### WHAT YOU WILL DO
Repeat the lines from the line with "g.census-catalog-point > *').first();" to the line with "it('are also shown" in the listing below, keeping both end lines and adding nothing.

### MATERIAL SHOWN
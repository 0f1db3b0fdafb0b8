export * from './localRelation.ts';
export * from './localRelations.ts';
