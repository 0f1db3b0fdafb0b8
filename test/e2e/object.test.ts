import { afterAll, beforeAll, describe, expect, inject, it } from 'vitest';
import type { Browser } from 'playwright-core';
import { objectSlug } from '../../src/site/objectSlug.ts';
import { launchBrowser } from './browser.ts';
import { markCount, nodeQuery, openSite, reachCharts, waitForCharts } from './sitePage.ts';

describe('object pages', () => {
  let browser: Browser;
  beforeAll(async () => {
    browser = await launchBrowser();
  });
  afterAll(async () => {
    await browser?.close();
  });

  it('show inputs, derived values with intervals, flags in words, provenance, and the object highlighted', async () => {
    const [row] = await nodeQuery(
      inject('demoParquet'),
      `SELECT id, log_mbh, log_mbh_p16, log_mbh_p84, flags FROM census WHERE log_mbh IS NOT NULL AND NOT log_mbh_is_limit AND log_mstar IS NOT NULL AND flags <> '' ORDER BY id LIMIT 1`,
    );
    const site = await openSite(browser, inject('siteUrl'));
    try {
      const { page } = site;
      await page.goto(new URL(`object/${objectSlug(String(row!.id))}/`, inject('siteUrl')).href);
      await expect(page.locator('h1').textContent()).resolves.toBe(row!.id);
      const mbh = page.locator('tr[data-column="log_mbh"]');
      await expect(mbh.locator('td').nth(1).textContent()).resolves.toBe(Number(row!.log_mbh).toFixed(2));
      await expect(mbh.locator('td').nth(2).textContent()).resolves.toBe(`${Number(row!.log_mbh_p16).toFixed(2)} – ${Number(row!.log_mbh_p84).toFixed(2)}`);
      const firstFlag = String(row!.flags).split(',')[0]!;
      await expect(page.locator('.flag-list').textContent()).resolves.toContain(firstFlag);
      await expect(page.locator('#prov-h + dl').textContent()).resolves.toMatch(/Planck/);
      await waitForCharts(page);
      // Drawn at build time: the shared population chart with the object marked and named over it.
      await expect(page.locator('[data-chart="mbh-mstar"][data-static] svg text').textContent()).resolves.toBe(row!.id);
      expect(await page.locator('[data-chart="mbh-mstar"][data-static] svg image').count()).toBe(1);
      // Redrawn by the same chart code when the reader reaches for it.
      await reachCharts(page, 'mbh-mstar');
      expect(await page.locator('[data-chart="mbh-mstar"] g[class*="census-highlighted"]').count()).toBeGreaterThan(0);
      expect(site.foreign()).toEqual([]);

      // A bound: "<" beside the value and no 16–84 % interval.
      const [limit] = await nodeQuery(inject('demoParquet'), `SELECT id, log_mbh FROM census WHERE log_mbh_is_limit ORDER BY id LIMIT 1`);
      await page.goto(new URL(`object/${objectSlug(String(limit!.id))}/`, inject('siteUrl')).href);
      const bound = page.locator('tr[data-column="log_mbh"]');
      await expect(bound.locator('td').nth(1).textContent()).resolves.toBe(`< ${Number(limit!.log_mbh).toFixed(2)} (upper limit)`);
      await expect(bound.locator('td').nth(2).textContent()).resolves.toBe('');
    } finally {
      await site.close();
    }
  });

  it('open from a click on a chart mark', async () => {
    const site = await openSite(browser, inject('siteUrl'));
    try {
      const { page } = site;
      await page.goto(inject('siteUrl'));
      await waitForCharts(page);
      expect(await markCount(page, 'mbh-z')).toBeGreaterThan(0);
      await reachCharts(page);
      const dot = page.locator('[data-chart="mbh-z"] g.census-catalog-point > *').first();
      await dot.scrollIntoViewIfNeeded();
      const box = (await dot.boundingBox())!;
      await page.mouse.move(box.x + box.width / 2, box.y + box.height / 2);
      await page.mouse.click(box.x + box.width / 2, box.y + box.height / 2);
      await page.waitForURL(/\/object\//, { timeout: 10_000 });
      await expect(page.locator('h1').textContent()).resolves.toBeTruthy();
    } finally {
      await site.close();
    }
  });

  it('are also shown by the in-browser viewer (object/?id=…), which large catalogs link to', async () => {
    const [row] = await nodeQuery(inject('demoParquet'), `SELECT id, log_mbh FROM census WHERE log_mbh IS NOT NULL ORDER BY z DESC LIMIT 1`);
    const site = await openSite(browser, inject('siteUrl'));
    try {
      const { page } = site;
      await page.goto(new URL(`object/?id=${encodeURIComponent(String(row!.id))}`, inject('siteUrl')).href);
      await page.waitForSelector('tr[data-column="log_mbh"]', { timeout: 30_000 });
      await expect(page.locator('h1').textContent()).resolves.toBe(row!.id);
      await expect(page.locator('tr[data-column="log_mbh"] td').nth(1).textContent()).resolves.toBe(Number(row!.log_mbh).toFixed(2));
      await waitForCharts(page);
      expect(await page.locator('[data-chart="mbh-z"] g[class*="census-highlighted"]').count()).toBeGreaterThan(0);

      // A bound reads as on the page built at build time: "<" and the words, no interval.
      const [limit] = await nodeQuery(inject('demoParquet'), `SELECT id, log_mbh FROM census WHERE log_mbh_is_limit ORDER BY id LIMIT 1`);
      await page.goto(new URL(`object/?id=${encodeURIComponent(String(limit!.id))}`, inject('siteUrl')).href);
      await page.waitForSelector('tr[data-column="log_mbh"]', { timeout: 30_000 });
      const bound = page.locator('tr[data-column="log_mbh"]');
      await expect(bound.locator('td').nth(1).textContent()).resolves.toBe(`< ${Number(limit!.log_mbh).toFixed(2)} (upper limit)`);
      await expect(bound.locator('td').nth(2).textContent()).resolves.toBe('');
      // On a phone the column name moves under the quantity's name, and the value keeps its room.
      await page.setViewportSize({ width: 390, height: 844 });
      await expect(bound.locator('td.col-name').isVisible()).resolves.toBe(false);
      await expect(bound.locator('th .col-under').isVisible()).resolves.toBe(true);
      const valueBox = (await bound.locator('td').nth(1).boundingBox())!;
      const tableBox = (await bound.locator('xpath=ancestor::div[contains(@class,"table-wrap")]').boundingBox())!;
      expect(valueBox.x + valueBox.width).toBeLessThanOrEqual(tableBox.x + tableBox.width + 0.5);
      await page.setViewportSize({ width: 1280, height: 900 });

      await page.goto(new URL('object/?id=no-such-object', inject('siteUrl')).href);
      await page.waitForFunction(() => /is not in the catalog/.test(document.querySelector('[data-not-found]')?.textContent ?? ''), undefined, { timeout: 30_000 });
      expect(site.foreign()).toEqual([]);
    } finally {
      await site.close();
    }
  });
});
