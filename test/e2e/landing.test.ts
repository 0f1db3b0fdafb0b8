import { afterAll, beforeAll, describe, expect, inject, it } from 'vitest';
import type { Browser } from 'playwright-core';
import { launchBrowser } from './browser.ts';

describe('landing page', () => {
  let browser: Browser;
  beforeAll(async () => {
    browser = await launchBrowser();
  });
  afterAll(async () => {
    await browser?.close();
  });

  it('loads and shows the title', async () => {
    const page = await browser.newPage();
    await page.goto(inject('siteUrl'));
    await expect(page.locator('h1').textContent()).resolves.toContain('Dawn Census');
  });
});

### TASK RESULT
      const dot = page.locator('[data-chart="mbh-z"] g.census-catalog-point > *').first();
      await dot.scrollIntoViewIfNeeded();
      const box = (await dot.boundingBox())!;
      await page.mouse.move(box.x + box.width / 2, box.y + box.height / 2);
      await page.mouse.click(box.x + box.width / 2, box.y + box.height / 2);
      await page.waitForURL(/\/object\//, { timeout: 10_000 });
      await expect(page.locator('h1').textContent()).resolves.toBeTruthy();
    } finally {
      await site.close();
    }
  });

  it('are also shown by the in-browser viewer (object/?id=…), which large catalogs link to', async () => {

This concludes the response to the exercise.